Take the secondary paging mechanism as an example
Single level page table already has a lot of cost, such as querying page table and fetching data, while secondary paging mechanism, because it needs to query page table twice, will double the cost. So how to improve efficiency? In fact, the concept mentioned above has not yet described TLB in depth. The translation work is cached by hardware cache, which is the meaning of TLB.
- TLB translates virtual pages into PTE, which can be done in a single cycle instruction.
- TLB is implemented by hardware
- Full Association cache (find all entries in parallel)
- The cache index is a virtual page number
- The cache content is PTE
- From PTE + offset, the physical address can be calculated directly
Who is responsible for loading TLB? There are two strategies to choose from here:
- It is loaded by the operating system. The operating system finds the corresponding PTE and loads it to TLB. The format is flexible.

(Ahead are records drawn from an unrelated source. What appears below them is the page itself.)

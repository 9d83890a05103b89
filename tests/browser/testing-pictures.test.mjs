// The testing view's simulated pictures in headless Chromium: the knife
// and Ronchi figures under the pictures equal the native `catoptric knife
// | ronchi --json` (the same core built for two targets; tolerances as in
// harness.mjs `close`), a knife at a zone's reading nulls that zone (the
// moving-source reading ρ²/(2R) of a paraboloid, Texereau, How to Make a
// Telescope, 2nd Eng. ed. 1984), a sphere's bands are spaced pR/(4S)
// (common practice of the Ronchi test with the source moving with the
// grating; derived in tests/ronchi.rs), a loaded CSV shows the measured
// mirror beside the target and replaces typed readings visibly, the
// "filled from" note goes once the values are typed over, and the zonal
// mask downloads as SVG at 1:1 scale.
//
// Set CATOPTRIC_SHOTS=<dir> to keep screenshots there.

import { after, before, describe, test } from 'node:test';
import assert from 'node:assert/strict';
import { mkdirSync, readFileSync, writeFileSync } from 'node:fs';
import { join } from 'node:path';
import { READY_MS, close, native, settled, setUp, tearDown, watchPage } from './harness.mjs';

const SHOTS = process.env.CATOPTRIC_SHOTS || '';
let env;

before(async () => {
  env = await setUp('catoptric-pictures-');
  if (SHOTS) mkdirSync(SHOTS, { recursive: true });
});

after(() => tearDown(env));

async function openTesting() {
  const ctx = await env.browser.newContext({ viewport: { width: 1400, height: 1000 }, colorScheme: 'light' });
  const page = await ctx.newPage();
  const seen = watchPage(page, env.origin);
  await page.goto(env.server.url);
  await settled(page);
  await page.keyboard.press('a');
  await page.locator('#drawer[data-open="true"]').waitFor();
  await page.click('[role="tab"][data-view="testing"]');
  return { ctx, page, seen };
}

async function fill(page, values) {
  for (const [name, v] of Object.entries(values)) {
    const sel = `#testing-form [name="${name}"]`;
    if (await page.locator(sel).evaluate((e) => e.tagName === 'SELECT')) await page.selectOption(sel, v);
    else await page.fill(sel, String(v));
  }
  await page.waitForFunction(() => document.querySelector('#testing-out')?.dataset.state === 'ok', null, { timeout: READY_MS });
}

/** Sets a range input's value as a user dragging it would. */
async function slide(page, id, value) {
  await page.evaluate(([i, v]) => {
    const el = document.getElementById(i);
    el.min = String(Math.min(Number(el.min), v));
    el.max = String(Math.max(Number(el.max), v));
    el.step = 'any';
    el.value = String(v);
    el.dispatchEvent(new Event('input', { bubbles: true }));
  }, [id, value]);
}

/**
 * Waits until a picture shows the inputs `want` (its `data-inputs`, a
 * subset) and its figure `key` (a data attribute); returns the figure parsed.
 */
async function figure(page, sel, key, want = {}) {
  const h = await page.waitForFunction(([s, k, w]) => {
    const el = document.querySelector(s);
    if (el?.dataset.state !== 'ok' || el.dataset[k] === undefined) return null;
    const got = JSON.parse(el.dataset.inputs);
    return Object.entries(w).every(([n, v]) => got[n] === v) ? el.dataset[k] : null;
  }, [sel, key, want], { timeout: READY_MS });
  return JSON.parse(await h.jsonValue());
}

async function shot(page, name, sel = '#test-pictures') {
  if (!SHOTS) return;
  await page.locator(sel).scrollIntoViewIfNeeded();
  await page.screenshot({ path: join(SHOTS, `${name}.png`) });
}

describe('testing view: simulated pictures', () => {
  test('knife at a zone reading nulls that zone; Ronchi bands of a sphere; equal to the native commands', async () => {
    const { ctx, page, seen } = await openTesting();
    try {
      await fill(page, { radius: 2000, conic: -1, diameter: 200, zones: 5, source: 'moving' });
      await page.selectOption('#pic-kind', 'knife');
      // Zone ρ = 50 of an R = 2000 paraboloid reads 0.625 mm (Texereau).
      await slide(page, 'pic-offset', 0.625);
      const knifeAt = { test: 'knife', S: 0.625 };
      const nul = await figure(page, '#pic-target', 'nullRadius', knifeAt);
      const lit = await figure(page, '#pic-target', 'litFraction', knifeAt);
      assert.ok(Math.abs(nul - 50) < 1e-6, `null zone ${nul}`);
      const want = JSON.parse(native(['knife', '--radius', '2000', '--conic', '-1', '--diameter', '200', '--knife-mm', '0.625', '--json']));
      assert.ok(close(nul, want.null_radius_mm) && close(lit, want.lit_fraction), `${nul} ${lit} vs ${JSON.stringify(want)}`);
      assert.equal(await page.locator('#pic-measured').getAttribute('data-state'), 'none');
      assert.match(await page.locator('#test-pictures').textContent(), /no diffraction/);
      await shot(page, 'pictures-knife');

      await fill(page, { conic: 0 });
      await page.selectOption('#pic-kind', 'ronchi');
      await slide(page, 'pic-lines', 4);
      await slide(page, 'pic-offset', 10);
      const edges = await figure(page, '#pic-target', 'edges', { test: 'ronchi', S: 10, lines: 4 });
      assert.equal(edges.length, 8);
      // pR/(4S) = 0.25 · 2000 / 40 = 12.5 mm.
      edges.forEach((x, i) => assert.ok(Math.abs(x - 12.5 * (i + 1)) < 0.003 * 12.5 * (i + 1), `edge ${i}: ${x}`));
      const wantR = JSON.parse(native(['ronchi', '--radius', '2000', '--conic', '0', '--diameter', '200', '--lines-per-mm', '4', '--offset-mm', '10', '--json']));
      wantR.band_edges_mm.forEach((x, i) => assert.ok(close(edges[i], x), `edge ${i}: ${edges[i]} vs ${x}`));
      await shot(page, 'pictures-ronchi');
      assert.deepEqual(seen.errors, []);
    } finally {
      await ctx.close();
    }
  });

  test('a loaded CSV shows the measured mirror beside the target and replaces typed readings', async () => {
    const { ctx, page, seen } = await openTesting();
    try {
      await fill(page, { radius: 2000, conic: -1, diameter: 200, zones: 5, source: 'moving' });
      await page.fill('#zones-table input[data-zone="0"]', '0.06');
      await page.fill('#zones-table input[data-zone="1"]', '0.2');
      await page.waitForFunction(() => document.querySelector('#measured-state')?.dataset.use === 'readings');
      await page.waitForFunction(() => document.querySelector('#pic-measured')?.dataset.state === 'ok');
      // A turned-down edge: the last 20 % of the radius falls by up to 0.2 µm.
      let csv = 'radius_mm, departure_um\n';
      for (let i = 0; i <= 40; i++) {
        const r = 2.5 * i;
        const u = Math.max(0, (r - 80) / 20);
        csv += `${r}, ${-0.2 * u * u * u}\n`;
      }
      await page.setInputFiles('#measured-file', { name: 'turned.csv', mimeType: 'text/csv', buffer: Buffer.from(csv) });
      await page.waitForFunction(() => document.querySelector('#measured-state')?.dataset.use === 'csv');
      const state = await page.locator('#measured-state').textContent();
      assert.match(state, /turned\.csv/);
      assert.match(state, /replaced 2 typed readings/);
      const typed = await page.$$eval('#zones-table input.cell-input', (els) => els.map((e) => e.value));
      assert.deepEqual(typed, ['', '', '', '', ''], 'typed readings cleared');
      await page.selectOption('#pic-kind', 'ronchi');
      await slide(page, 'pic-lines', 4);
      await slide(page, 'pic-offset', -8);
      const ronchiAt = { test: 'ronchi', S: -8, lines: 4 };
      const target = await figure(page, '#pic-target', 'edges', ronchiAt);
      const measured = await figure(page, '#pic-measured', 'edges', { ...ronchiAt, measured: true });
      const file = join(env.scratch, 'turned.csv');
      writeFileSync(file, csv);
      const want = JSON.parse(native(['ronchi', '--radius', '2000', '--conic', '-1', '--diameter', '200', '--lines-per-mm', '4', '--offset-mm', '-8', '--measured', file, '--json']));
      assert.equal(measured.length, want.band_edges_mm.length);
      want.band_edges_mm.forEach((x, i) => assert.ok(close(measured[i], x), `edge ${i}: ${measured[i]} vs ${x}`));
      assert.ok(measured.some((x, i) => Math.abs(x - target[i]) > 0.1), 'the band ends bend at the turned edge');
      await page.waitForFunction(() => document.querySelector('#measured-plots')?.dataset.state === 'ok');
      await shot(page, 'pictures-measured');
      await shot(page, 'plots-measured', '#measured-plots');
      assert.deepEqual(seen.errors, []);
    } finally {
      await ctx.close();
    }
  });

  test('the fill note goes when the values are typed over; the mask downloads at 1:1', async () => {
    const { ctx, page, seen } = await openTesting();
    try {
      await page.getByRole('button', { name: 'From the mirror' }).click();
      await page.waitForFunction(() => /Filled from|No revolved/.test(document.querySelector('#testing-note')?.textContent ?? ''));
      await fill(page, { radius: 1500, conic: -1, diameter: 150, zones: 4 });
      assert.equal(await page.locator('#testing-note').textContent(), '');
      const [dl] = await Promise.all([page.waitForEvent('download'), page.click('#export-mask')]);
      assert.match(dl.suggestedFilename(), /zonal-mask-4-zones\.svg$/);
      const svg = readFileSync(await dl.path(), 'utf8');
      // Edges a√(X/N), a = 75, N = 4: 37.5, 53.03, 64.95, 75 (Berry, Build Your Own Telescope).
      const radii = [...svg.matchAll(/<circle[^>]* r="([\d.]+)"/g)].map((m) => Number(m[1]));
      [37.5, 53.033, 64.952, 75].forEach((w, i) => assert.ok(Math.abs(radii[i] - w) < 1e-3, `${radii[i]} vs ${w}`));
      assert.match(svg, /width="[\d.]+mm" height="[\d.]+mm"/);
      assert.deepEqual(seen.errors, []);
    } finally {
      await ctx.close();
    }
  });
});
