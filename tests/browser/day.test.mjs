// The site block and the day view in headless Chromium: the site's fields
// in the layout sheet, a sweep of the parked solar dish on its date against
// the native `catoptric day --json` (the same Rust core built natively;
// tolerance: common practice for one computation on two targets, a
// relative 1e-6), the worst moment marked, the caution with the
// local-codes note, and the time slider turning the sun in the layout as
// one undo step.

import { after, before, describe, test } from 'node:test';
import assert from 'node:assert/strict';
import { join } from 'node:path';
import { WWW, close, native, setUp, settled, tearDown, watchPage } from './harness.mjs';

let env;
before(async () => { env = await setUp(); });
after(() => tearDown(env));

const DATE = '2026-12-21';
const SWEEP_RAYS = 8000; // the view's rays per sun (www/js/views/day.js)

describe('day view', () => {
  test('sweeps the dish like `catoptric day`, marks the worst moment, and the slider moves the sun', async () => {
    const path = join(WWW, 'presets', 'solar-dish.json');
    const fragment = native(['link', path]).trim();
    const ctx = await env.browser.newContext({ viewport: { width: 1280, height: 860 }, colorScheme: 'light' });
    const page = await ctx.newPage();
    const seen = watchPage(page, env.origin);
    try {
      await page.goto(`${env.server.url}${fragment}`);
      await settled(page);
      // The layout sheet (nothing selected) carries the site block.
      await page.waitForSelector('#site-block');
      assert.equal(await page.inputValue('#site-block [data-path="site.latitude_deg"]'), '-23');
      assert.equal(await page.inputValue('#site-block [data-path="site.z_bearing_deg"]'), '90');
      await page.fill('#f-day-date', DATE);
      await page.dispatchEvent('#f-day-date', 'change');

      await page.click('#btn-drawer');
      await page.click('#view-tabs [data-view="day"]');
      await page.waitForFunction(() => !document.getElementById('view-day').hidden);
      await page.selectOption('#day-step', '5');
      await page.click('#day-run');
      await page.waitForFunction(() => document.getElementById('day-status').dataset.steps);
      const rep = await page.evaluate(() => window.catoptric.drawer.views.find((v) => v.id === 'day').report);
      const nat = JSON.parse(native(['day', path, '--date', DATE, '--step-min', '5', '--rays', String(SWEEP_RAYS), '--json']));
      assert.equal(rep.steps.length, nat.steps.length);
      for (let i = 0; i < nat.steps.length; i++) {
        const a = rep.steps[i], b = nat.steps[i];
        assert.equal(a.time, b.time);
        assert.ok(close(a.elevation_deg, b.elevation_deg), `${a.time}: elevation`);
        assert.equal(a.screens.length, b.screens.length, `${a.time}: screens`);
        for (let k = 0; k < b.screens.length; k++) {
          assert.ok(close(a.screens[k].peak_w_m2, b.screens[k].peak_w_m2), `${a.time}: peak ${a.screens[k].peak_w_m2} vs ${b.screens[k].peak_w_m2}`);
          assert.ok(close(a.screens[k].power_w, b.screens[k].power_w), `${a.time}: power`);
        }
      }
      assert.equal(rep.worst.time, nat.worst.time);
      assert.ok(nat.worst.peak_suns > 1000, 'the noon sun crosses the parked dish');
      // The worst moment is written out and marked; the plot is drawn.
      const worst = JSON.parse(await page.getAttribute('#day-worst', 'data-worst'));
      assert.equal(worst.time, nat.worst.time);
      assert.match(await page.textContent('#day-worst'), /Worst moment/);
      const ink = await page.evaluate(() => {
        const c = document.getElementById('day-canvas');
        const d = c.getContext('2d').getImageData(0, 0, c.width, c.height).data;
        let n = 0;
        for (let i = 4; i < d.length; i += 4) if (d[i] !== d[0] || d[i + 1] !== d[1] || d[i + 2] !== d[2]) n++;
        return n;
      });
      assert.ok(ink > 2000, `the curve is drawn (${ink} pixels)`);
      // The caution, with the local-codes note.
      assert.ok(await page.isVisible('#day-caution'));
      assert.match(await page.textContent('#day-caution'), /local codes/);

      // The slider starts at the worst step; moving it turns the sun beam
      // to the step's placement, and the page re-traces.
      const wi = nat.steps.findIndex((s) => s.time === nat.worst.time);
      assert.equal(Number(await page.inputValue('#day-slider')), wi);
      const target = nat.steps.findIndex((s, i) => i !== wi && s.beams.length > 0);
      await page.evaluate((i) => {
        const s = document.getElementById('day-slider');
        s.value = String(i);
        s.dispatchEvent(new Event('input'));
        s.dispatchEvent(new Event('change'));
      }, target);
      const beam = nat.steps[target].beams[0];
      const got = await page.evaluate(() => window.catoptric.layout.sources[0]);
      assert.ok(close(got.direction_deg, beam.direction_deg) && close(got.out_of_plane_deg, beam.out_of_plane_deg), JSON.stringify(got));
      assert.ok(close(got.center[0], beam.center[0]) && close(got.diameter, beam.diameter));
      assert.equal(await page.getAttribute('#day-readout', 'data-time'), nat.steps[target].time);
      await settled(page);
      // One undo step brings the preset's sun back.
      await page.click('#btn-undo');
      const back = await page.evaluate(() => window.catoptric.layout.sources[0]);
      assert.equal(back.direction_deg, 270);
      assert.deepEqual(seen.errors, []);
      assert.deepEqual(seen.external, []);
    } finally {
      await ctx.close();
    }
  });

  test('without a site the view says where to set one, and the sweep names the field', async () => {
    const ctx = await env.browser.newContext({ viewport: { width: 1280, height: 800 } });
    const page = await ctx.newPage();
    const seen = watchPage(page, env.origin);
    try {
      await page.goto(env.server.url);
      await settled(page);
      await page.click('#btn-drawer');
      await page.click('#view-tabs [data-view="day"]');
      await page.click('#day-run');
      assert.match(await page.textContent('#day-status'), /^site: /);
      assert.deepEqual(seen.errors, []);
    } finally {
      await ctx.close();
    }
  });
});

- MMU hardware is responsible for maintaining the page table by the operating system. MMU directly accesses the page table. The page table format strictly depends on the hardware design format.
To sum up
From the general development of the computer to understand the general development strategy of memory management, how to derive the MMU, as well as the differences between fixed fragmentation management, variable fragmentation management and other different mechanisms, and finally derived the single-level paging management mechanism, multi-level paging management mechanism, the role of TLB. This paper describes the birth and mechanism of MMU from a relatively easy to understand concept, but ignores the implementation details of the processor. As a more in-depth understanding of the working mechanism of MMU in concept, it is still a simple and easy to understand article.
The article is from WeChat official account: embedded Inn, more contents, please pay attention to my official account, strictly prohibit commercial use, and illegal.